Dios dijo: “Hay que compartir:
los ricos tendrán la comida,
los pobres el apetito.”
Coluche (1980)
Por Luis Casado
Laboriosidad, así llamaban en el siglo XVII lo que hoy conocemos como productividad, esa terrible inquietud que corroe a los empresarios y los economistas que ofician de bufones de su corte.
Como es sabido, se trata de la intensidad, la aplicación y el entusiasmo con el que un asalariado cualquiera se empeña en trabajar para generar el máximo de riqueza durante las horas que su empleador lo tiene a su disposición a cambio de un salario.

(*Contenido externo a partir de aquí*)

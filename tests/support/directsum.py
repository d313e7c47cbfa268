"""Levels by direct summation over cells and spectral lines: slow, and none of the program's code.

Written from the published formulas: the piston (Kinsler et al., Fundamentals of Acoustics), the
air's absorption (ISO 9613-1 eq. 3 to 5), delays from distances.
"""

from __future__ import annotations

from dataclasses import dataclass

import numpy as np
from scipy.special import j1

KELVIN = 273.15


def absorption_np_m(hz: float, celsius: float, humidity_pct: float) -> float:
    """Nepers per metre at 101.325 kPa."""
    kelvin = celsius + KELVIN
    warm = kelvin / 293.15
    h = humidity_pct * 10.0 ** (4.6151 - 6.8346 * (273.16 / kelvin) ** 1.261)
    oxygen = 24.0 + 4.04e4 * h * (0.02 + h) / (0.391 + h)
    nitrogen = (9.0 + 280.0 * h * np.exp(-4.170 * (warm ** (-1.0 / 3.0) - 1.0))) / np.sqrt(warm)
    loss = 0.01275 * np.exp(-2239.1 / kelvin) * oxygen / (oxygen**2 + hz**2)
    loss += 0.1068 * np.exp(-3352.0 / kelvin) * nitrogen / (nitrogen**2 + hz**2)
    return float(hz**2 * (1.84e-11 * np.sqrt(warm) + warm**-2.5 * loss))


def speed_m_s(celsius: float) -> float:
    """Sound in dry air; a tenth of a percent is nothing here, as delays scale alike."""
    return float(331.45 * np.sqrt(1.0 + celsius / KELVIN))


@dataclass(frozen=True)
class Slab:
    """A grid panel, one feed a cell; positions and angles as rig.toml states them."""

    at_m: tuple[float, float, float]
    pan_deg: float
    tilt_deg: float
    columns: int
    rows: int
    pitch_m: float
    carrier_hz: float
    cell_m: float
    pa_m: float  # rms, of one cell on its axis for a full-scale sine, at 1 m without air's loss
    celsius: float = 20.0
    humidity_pct: float = 50.0

    def cells_m(self) -> tuple[np.ndarray, np.ndarray]:
        """Positions (N, 3) and the axis (3,) in the room."""
        pan, tilt = np.deg2rad((self.pan_deg, self.tilt_deg))
        right = np.array((np.cos(pan), -np.sin(pan), 0.0))
        out = np.array((np.sin(pan) * np.cos(tilt), np.cos(pan) * np.cos(tilt), np.sin(tilt)))
        up = np.array((-np.sin(pan) * np.sin(tilt), -np.cos(pan) * np.sin(tilt), np.cos(tilt)))
        across = (np.arange(self.columns) - (self.columns - 1) / 2) * self.pitch_m
        along = (np.arange(self.rows) - (self.rows - 1) / 2) * self.pitch_m
        x, z = (grid.ravel() for grid in np.meshgrid(across, along))
        return np.array(self.at_m) + x[:, None] * right + z[:, None] * up, out

    def transfer_pa(self, points_m: np.ndarray, hz: float) -> np.ndarray:
        """Complex rms pressure (P, N) at points (P, 3) for a full-scale sine on each cell."""
        cells, out = self.cells_m()
        way = points_m[:, None] - cells
        distance = np.linalg.norm(way, axis=-1)
        cosine = way @ out / distance
        k = 2.0 * np.pi * hz / speed_m_s(self.celsius)
        x = np.maximum(0.5 * k * self.cell_m * np.sqrt(np.maximum(0.0, 1.0 - cosine**2)), 1e-9)
        loss = absorption_np_m(hz, self.celsius, self.humidity_pct)
        away = np.exp(-(1j * k + loss) * distance) / distance
        return self.pa_m * (cosine > 0.0) * 2.0 * j1(x) / x * away

    def power_pa2(
        self, points_m: np.ndarray, aims_m: np.ndarray, gain: float, lines: dict[float, float]
    ) -> np.ndarray:
        """Mean square pressure (A, P) for beams at far focus through aims (A, 3).

        gain   of the resting envelope, re full scale
        lines  offset from the carrier in Hz → power re the resting carrier
        """
        aim = aims_m - np.array(self.at_m)
        aim /= np.linalg.norm(aim, axis=-1, keepdims=True)
        delay = (self.cells_m()[0] - np.array(self.at_m)) @ aim.T / speed_m_s(self.celsius)
        total = np.zeros((len(aims_m), len(points_m)))
        for offset_hz, power in lines.items():
            hz = self.carrier_hz + offset_hz
            pressure = self.transfer_pa(points_m, hz) @ np.exp(-2j * np.pi * hz * delay)
            total += power * gain**2 * np.abs(pressure).T ** 2
        return total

El humor negro pretende que los salarios aumentan en proporción directa, no a la productividad sino “al incremento de productividad” que logra alcanzar la mano de obra. De ahí que el milimétrico estudio de las variaciones de productividad ocupe buena parte del tiempo de quienes practican la econometría con una dedicación que hace sospechar que, como todo evangelista de buena madera, predican con el ejemplo.
Dejaremos de lado en esta ocasión la muy moderna costumbre que consiste en utilizar las horas de un trabajador, no a cambio de un salario sino de la posibilidad eventual de un salario, así como el hábito aún más innovador que lleva al empresario a exigirle al trabajador que pague por trabajar.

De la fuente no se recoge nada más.